You misspelled "width".
Your two scale_fill
lines are pointless. ggplot
will only take one fill scale, whichever one appears last. You can't "modify" the fill scale like that. You ought to have received a warning about it that explicitly said:
Scale for 'fill' is already present. Adding another scale for 'fill', which will replace the existing scale.
The error message you got said:
Mapping a variable to y and also using stat="bin"
i.e. you specified y = proteinN
while also using stat = "bin"
in geom_bar
(the default).
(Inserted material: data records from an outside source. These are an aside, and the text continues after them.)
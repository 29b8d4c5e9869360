/* Cell tables: the whole is understood, and each kind of fault is refused in its place. */
#include "decode/celltable.h"

#include "unit/seeded.h"
#include "util/cleanup.h"
#include "util/files.h"

#include <errno.h>
#include <glob.h>
#include <math.h>
#include <setjmp.h>
#include <stdarg.h>
#include <stdbool.h>
#include <stddef.h>
#include <stdint.h>
#include <string.h>
#include <sys/stat.h>

#include <cmocka.h>

enum { MESSAGE_SIZE = 512, TEXT_SIZE = 8192 };

static const char whole[] = "[cell]\n"                        /* 1 */
                            "name = fen-18650\n"              /* 2 */
                            "chemistry = li-ion\n"            /* 3 */
                            "capacity = 2888 mAh\n"           /* 4 */
                            "full = 4.20 V\n"                 /* 5 */
                            "damage = 2.50 V\n"               /* 6 */
                            "possible_low = 1.40 V\n"         /* 7 */
                            "possible_high = 4.45 V\n"        /* 8 */
                            "spread = 12 mV\n"                /* 9 */
                            "source = measured; C/20\n"       /* 10 */
                            "licence = CC BY 4.0\n"           /* 11 */
                            "[curve]\n"                       /* 12 */
                            "charge = 0 5 10 50\n"            /* 13 */
                            "    90 100 %\n"                  /* 14 */
                            "voltage = 2.6 3.2 3.4 3.7 3.7\n" /* 15 */
                            "    4.18 V\n"                    /* 16 */
                            "[resistance]\n"                  /* 17 */
                            "charge = 5 50 95%\n"             /* 18 */
                            "r0 = 40 30 28.5 mohm\n"          /* 19 */
                            "r1 = 0.02\t0.01 0.01 ohm\n"      /* 20 */
                            "r2 = 50 40 30mohm\n"             /* 21 */
                            "tau1 = 12 s\n"                   /* 22 */
                            "tau2 = 4 min\n"                  /* 23 */
                            "temperature = 25 C\n"            /* 24 */
                            "activation = 20 kJ/mol\n";       /* 25 */

static int parse(const char *text, struct cell_table *ret, char *message) {
    memset(message, 0, MESSAGE_SIZE);
    return celltable_parse(text, strlen(text), "t.ini", ret, message, MESSAGE_SIZE);
}

/* The whole table with one line of it replaced ("" takes it away). */
static void replaced(char text[TEXT_SIZE], const char *line, const char *by) {
    const char *at = strstr(whole, line);

    if (!at || !(at == whole || at[-1] == '\n'))
        fail_msg("the table has no line '%s'", line);
    const char *end = strchr(at, '\n') + 1;
    snprintf(text, TEXT_SIZE, "%.*s%s%s%s", (int)(at - whole), whole, by, *by ? "\n" : "", end);
}

static void bad_text(const char *text, const char *const *parts) {
    struct cell_table table, untouched;
    char message[MESSAGE_SIZE];

    memset(&table, 0x5a, sizeof(table));
    memset(&untouched, 0x5a, sizeof(untouched));
    if (parse(text, &table, message) != CELLTABLE_E_REFUSED)
        fail_msg("taken for a good table; it should say '%s'", parts[1]);
    assert_memory_equal(&table, &untouched, sizeof(table));
    for (; *parts; parts++)
        if (!strstr(message, *parts))
            fail_msg("'%s' lacks '%s'", message, *parts);
}

static void bad_line(const char *line, const char *by, const char *const *parts) {
    char text[TEXT_SIZE];

    replaced(text, line, by);
    bad_text(text, parts);
}

#define bad(line, by, ...) bad_line(line, by, (const char *const[]){__VA_ARGS__, NULL})

static struct cell_table good(const char *text) {
    struct cell_table table;
    char message[MESSAGE_SIZE];

    if (parse(text, &table, message) != 0)
        fail_msg("refused: %s", message);
    return table;
}

static void assert_near(double value, double expected) {
    if (!(fabs(value - expected) <= 1e-12 * fabs(expected)))
        fail_msg("%.17g is not %.17g", value, expected);
}

static void test_reads_the_whole_table(void **state) {
    struct cell_table t = good(whole);

    (void)state;
    assert_string_equal(t.name, "fen-18650");
    assert_string_equal(t.chemistry, "li-ion");
    assert_near(t.capacity_Ah, 2.888);
    assert_near(t.full_V, 4.2);
    assert_near(t.damage_V, 2.5);
    assert_near(t.possible_low_V, 1.4);
    assert_near(t.possible_high_V, 4.45);
    assert_near(t.voltage_sd_V, 0.012);
    assert_int_equal(t.ocv.n, 6);
    assert_near(t.ocv.charge[4], 0.9);
    assert_near(t.ocv.voltage_V[5], 4.18);
    assert_near(ocv_voltage(&t.ocv, 0.5), 3.7);
    assert_int_equal(t.n_res, 3);
    assert_near(t.res_charge[2], 0.95);
    assert_near(t.r0_ohm[2], 0.0285);
    assert_near(t.r1_ohm[0], 0.02);
    assert_near(t.r2_ohm[1], 0.04);
    assert_near(t.tau1_s, 12);
    assert_near(t.tau2_s, 240);
    assert_near(t.res_temp_C, 25);
    assert_near(t.arrhenius_J_mol, 20000);
}

static void test_defaults_are_the_cautious_ones(void **state) {
    char text[TEXT_SIZE];

    (void)state;
    replaced(text, "possible_low", "");
    assert_near(good(text).possible_low_V, 1.5);
    replaced(text, "possible_high", "");
    assert_near(good(text).possible_high_V, 4.4);
    replaced(text, "spread", "");
    assert_near(good(text).voltage_sd_V, 0.02);
    replaced(text, "source", "");
    good(text);
    replaced(text, "licence", "");
    good(text);
}

static void test_lacking(void **state) {
    static const char *const needed[] = {"name",   "chemistry", "capacity",    "full",
                                         "damage", "r0",        "r1",          "r2",
                                         "tau1",   "tau2",      "temperature", "activation"};

    (void)state;
    for (size_t i = 0; i < sizeof(needed) / sizeof(needed[0]); i++) {
        char word[64];
        snprintf(word, sizeof(word), "'%s' is missing", needed[i]);
        bad(needed[i], "", i < 5 ? "t.ini:1: " : "t.ini:", word,
            i < 5 ? "[cell] needs it" : "[resistance] needs it");
    }
    bad_text("", (const char *const[]){"t.ini: ", "'name' is missing; [cell] needs it", NULL});
    bad_text("[curve]\n[cell]\n", (const char *const[]){"t.ini:2: ", "'name' is missing", NULL});
    bad("name", "name =", "t.ini:2: ", "name: the value is missing");
    bad("licence", "licence = ; none", "t.ini:11: ", "licence: the value is missing");
}

static void test_unknown_names(void **state) {
    (void)state;
    bad("capacity", "capasity = 2.9 Ah", "t.ini:4: ", "'capasity' is no key of [cell]",
        "did you mean 'capacity'?", "accepted are name, chemistry, capacity, full");
    bad("tau1", "tau3 = 12 s", "t.ini:22: ", "'tau3' is no key of [resistance]",
        "did you mean 'tau1'?");
    bad("tau1", "colour = red",
        "t.ini:22: ", "'colour' is no key of [resistance]; accepted are charge, r0, r1, r2, tau1");
    bad("[curve]", "[curves]", "t.ini:12: ", "section [curves] is not known",
        "did you mean [curve]?", "[cell], [curve] and [resistance] are accepted");
    bad("[curve]", "[pack main]", "t.ini:12: ", "section [pack main] is not known; [cell]");
    /* a key in a section where it does not belong */
    bad("spread", "tau1 = 12 s", "t.ini:9: ", "'tau1' is no key of [cell]");
}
It went on to explain:
With stat="bin", it will attempt to set the y value to the count of cases in each group.
i.e. rather than plot the values in y
, it will try to count the number of instances of, say, insol
, and plot that. (Three, in this case.) A cursory examination of the examples in ?geom_bar
immediately reveals that most of the examples only specify an x variable. Until you get to this example in the help:
# When the data contains y values in a column, use stat="identity"
library(plyr)
# Calculate the mean mpg for each level of cyl
mm <- ddply(mtcars, "cyl", summarise, mmpg = mean(mpg))
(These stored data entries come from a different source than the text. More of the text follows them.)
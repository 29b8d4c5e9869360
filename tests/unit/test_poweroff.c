/* The stop request: there wholly or not at all, and taken away when stale. */
#include <setjmp.h>
#include <stdarg.h>
#include <stddef.h>
#include <stdint.h>

#include <cmocka.h>

#include "act/poweroff.h"
#include "util/cleanup.h"
#include "util/files.h"
#include "util/real.h"

#include <errno.h>
#include <jansson.h>
#include <stdlib.h>
#include <string.h>
#include <sys/stat.h>
#include <unistd.h>

static char folder[] = "/tmp/brink-stop-XXXXXX";
static char path[64];

static int set_up(void **state) {
    (void)state;
    snprintf(path, sizeof(path), "%s/stop-request", mkdtemp(folder));
    return 0;
}

static int tear_down(void **state) {
    (void)state;
    unlink(path);
    return rmdir(folder);
}

static const struct poweroff_order order = {.unit = "heron",
                                            .stage = "leaving",
                                            .cause = "charge",
                                            .pack = "main",
                                            .t_boot_us = 1234567890,
                                            .t_real_us = 1796104400741864,
                                            .charge = 0.0799,
                                            .charge_low = 0.05,
                                            .terminal_V = 3.21,
                                            .rest_V = 3.314,
                                            .left_s = 59.6,
                                            .left_least_s = 0};

static void an_order_is_one_line_of_json(void **state) {
    scoped(free_p) char *text = NULL;
    size_t length;
    struct stat st;

    (void)state;
    assert_int_equal(poweroff_request(path, &order), 0);
    assert_int_equal(files_read(path, 4096, &text, &length), 0);
    assert_string_equal(
        text, "{\"brink\":1,\"action\":\"poweroff\",\"unit\":\"heron\",\"t_boot_s\":1234.568,"
              "\"written\":\"2026-12-01T05:53:20Z\",\"stage\":\"leaving\",\"cause\":\"charge\","
              "\"cause_pack\":\"main\",\"charge\":0.0799,\"charge_low\":0.0500,"
              "\"terminal_V\":3.210,\"rest_V\":3.314,\"left_s\":60,\"left_least_s\":0}\n");
    assert_int_equal(stat(path, &st), 0);
    assert_int_equal(st.st_mode & 07777, 0644);
}

static void what_is_not_known_is_null(void **state) {
    struct poweroff_order blind = order;
    json_t *root;

    (void)state;
    blind.pack = NULL;
    blind.charge = blind.charge_low = blind.terminal_V = blind.rest_V = UNKNOWN;
    blind.left_s = blind.left_least_s = ENDLESS;
    assert_int_equal(poweroff_request(path, &blind), 0);
    root = json_load_file(path, JSON_REJECT_DUPLICATES, NULL);
    assert_non_null(root);
    assert_true(json_is_null(json_object_get(root, "cause_pack")));
    assert_true(json_is_null(json_object_get(root, "charge")));
    assert_true(json_is_null(json_object_get(root, "left_s")));
    json_decref(root);
}

static void a_stale_order_is_taken_away(void **state) {
    (void)state;
    assert_int_equal(poweroff_request(path, &order), 0);
    assert_int_equal(poweroff_withdraw(path), 1);
    assert_int_equal(access(path, F_OK), -1);
    assert_int_equal(poweroff_withdraw(path), 0);
    assert_int_equal(poweroff_withdraw("/nowhere/at/all"), 0);
}

static void what_cannot_be_written_is_told(void **state) {
    (void)state;
    assert_int_equal(poweroff_request("/nowhere/stop-request", &order), -ENOENT);
    assert_int_equal(poweroff_request("/dev/null/stop-request", &order), -ENOTDIR);
    assert_int_equal(mkdir(path, 0700), 0);
    assert_true(poweroff_request(path, &order) < 0);
    assert_true(poweroff_withdraw(path) < 0);
    assert_int_equal(rmdir(path), 0);
}

int main(void) {
    const struct CMUnitTest tests[] = {
        cmocka_unit_test(an_order_is_one_line_of_json),
        cmocka_unit_test(what_is_not_known_is_null),
        cmocka_unit_test(a_stale_order_is_taken_away),
        cmocka_unit_test(what_cannot_be_written_is_told),
    };

    return cmocka_run_group_tests(tests, set_up, tear_down);
}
ggplot(mm, aes(x = factor(cyl), y = mmpg)) + geom_bar(stat = "identity")
where it demonstrates that when you specify the precise y
values you want, you have to also say stat = "identity"
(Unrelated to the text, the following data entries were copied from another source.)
/* At E^2 / 4R exactly the voltage is half; a hair above there is no answer; below, V I = P and
 * V = E - R I hold. */
static void power_limit(void **state) {
    (void)state;
    scoped(seeded_free_p) gsl_rng *random = seeded_new("power_limit");

    for (int i = 0; i < 100000; i++) {
        double source_V = 0.5 + 20.0 * gsl_rng_uniform(random);
        double r_ohm = exp(-8.0 * gsl_rng_uniform(random));
        double most_W = source_V * source_V / (4.0 * r_ohm), voltage_V, current_A;
        double power_W = most_W * (2.0 * gsl_rng_uniform(random) - 1.0);

        assert_int_equal(cell_solve_power(source_V, r_ohm, most_W, &voltage_V, &current_A), 0);
        near("half", voltage_V, 0.5 * source_V, 1e-7 * source_V);
        assert_int_equal(
            cell_solve_power(source_V, r_ohm, most_W * (1.0 + 1e-12), &voltage_V, &current_A),
            CELL_E_POWER);
        assert_int_equal(cell_solve_power(source_V, r_ohm, power_W, &voltage_V, &current_A), 0);
        near("power", voltage_V * current_A, power_W, 1e-12 * most_W);
        near("drop", voltage_V, source_V - r_ohm * current_A, 1e-12 * source_V);
    }
}

/* REFERENCES.md section 3.3: factors against 25 C. */
static void arrhenius(void **state) {
    (void)state;
    static const double temp_C[] = {-20, -10, 0, 10, 45};
    static const double factor[][5] = {{4.196, 2.924, 2.093, 1.533, 0.602},
                                       {8.595, 5.001, 3.027, 1.899, 0.467}};
    struct cell_table table = plain();
    struct cell cell;
    struct cell_point warm, cold;

    for (size_t k = 0; k < 2; k++) {
        table.arrhenius_J_mol = k ? 30e3 : 20e3;
        for (size_t i = 0; i < COUNT(temp_C); i++)
            near("factor", cell_arrhenius(&table, temp_C[i]), factor[k][i], 0.00051);
        assert_true(cell_arrhenius(&table, 25.0) == 1.0);
    }
    assert_int_equal(cell_init(&cell, &table, 1, 2.5), 0);
    cell_at(&cell, 0.3, 25.0, &warm);
    cell_at(&cell, 0.3, 0.0, &cold);
    near("r0", cold.r0_ohm / warm.r0_ohm, 3.027, 0.0005);
    near("r1", cold.r1_ohm / warm.r1_ohm, 3.027, 0.0005);
    near("r2", cold.r2_ohm / warm.r2_ohm, 3.027, 0.0005);
    near("curve", cold.ocv_V, warm.ocv_V, 0.0);
}

/* A temperature that is not known is the table's own, not the coldest one there is. */
static void temperature_unknown(void **state) {
    (void)state;
    struct cell_table table = plain();

    assert_true(cell_arrhenius(&table, UNKNOWN) == 1.0);
    assert_true(isfinite(cell_arrhenius(&table, -273.15)));
    assert_true(isfinite(cell_arrhenius(&table, -400.0)));
    near("held", cell_arrhenius(&table, -400.0), cell_arrhenius(&table, -60.0), 0.0);
}

static void resistances_over_charge(void **state) {
    (void)state;
    static const double known[][2] = {{-0.5, 0.10}, {0.0, 0.10},  {0.1, 0.10}, {0.3, 0.075},
                                      {0.5, 0.05},  {0.7, 0.045}, {0.9, 0.04}, {1.2, 0.04}};
    struct cell cell = pack(1, 2.5);
    struct cell_point point;

    for (size_t i = 0; i < COUNT(known); i++) {
        cell_at(&cell, known[i][0], 25.0, &point);
        near("r0", point.r0_ohm, known[i][1], 1e-15);
    }
    cell.table.n_res = 1;
    for (size_t i = 0; i < COUNT(known); i++) {
        cell_at(&cell, known[i][0], 25.0, &point);
        assert_true(point.r0_ohm == 0.10 && point.r1_ohm == 0.05 && point.r2_ohm == 0.06);
    }
    cell_at(&cell, UNKNOWN, 25.0, &point);
    assert_true(isnan(point.ocv_V) && point.r0_ohm > 0.0);
}

/* Two in parallel: half the resistance, half as fast. Three in series: all voltages times three. */
static void series_and_capacity(void **state) {
    (void)state;
    struct cell one = pack(1, 2.5), two = pack(1, 5.0), three = pack(3, 5.0);
    struct cell_point p1, p2, p3;
    struct cell_state s1 = {.charge = 0.6}, s2 = s1, s3 = s1;

    cell_at(&one, 0.6, 5.0, &p1);
    cell_at(&two, 0.6, 5.0, &p2);
    cell_at(&three, 0.6, 5.0, &p3);
    near("parallel", p2.r0_ohm, p1.r0_ohm / 2.0, 1e-15);
    near("series", p3.r1_ohm, 3.0 * p1.r1_ohm / 2.0, 1e-15);
    near("series", p3.r2_ohm, 3.0 * p1.r2_ohm / 2.0, 1e-15);
    near("curve", p3.ocv_V, 3.0 * p1.ocv_V, 1e-15);
    near("slope", p3.ocv_slope_V, 3.0 * 1.2, 1e-12);
    cell_step(&one, &s1, &p1, 1.0, 100.0);
    cell_step(&two, &s2, &p2, 2.0, 100.0);
    cell_step(&three, &s3, &p3, 2.0, 100.0);
    near("charge", s2.charge, s1.charge, 1e-15);
    near("charge", s3.charge, s1.charge, 1e-15);
    near("polarisation", s2.u1_V, s1.u1_V, 1e-15);
    near("polarisation", s3.u2_V, 3.0 * s1.u2_V, 1e-15);
    three.wiring_ohm = 0.02;
    cell_at(&three, 0.6, 5.0, &p2);
    near("wiring", p2.r0_ohm, p3.r0_ohm + 0.02, 1e-15);
    near("wiring", p2.r1_ohm, p3.r1_ohm, 0.0);
}

/* ---- steps against an ODE solver --------------------------------------------------------------
 */

struct load {
    const struct cell *cell;
    const struct cell_point *point;
    double current_A;
};

/* y: u1, u2, charge */
static int derivatives(double t, const double y[], double dydt[], void *data) {
    const struct load *load = data;

    (void)t;
    dydt[0] = (load->point->r1_ohm * load->current_A - y[0]) / load->cell->table.tau1_s;
    dydt[1] = (load->point->r2_ohm * load->current_A - y[1]) / load->cell->table.tau2_s;
    dydt[2] = -load->current_A / (3600.0 * load->cell->capacity_Ah);
    return GSL_SUCCESS;
}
. Conveniently, the error message also said this:
If you want y to represent values in the data, use stat="identity".
The final piece was knowing that since the overlaid bars only have one value per x value, we should really collapse that piece down to the minimum information needed via:
unique(data[,c('method','specific')]
or just split it off into it's own data frame ahead of time.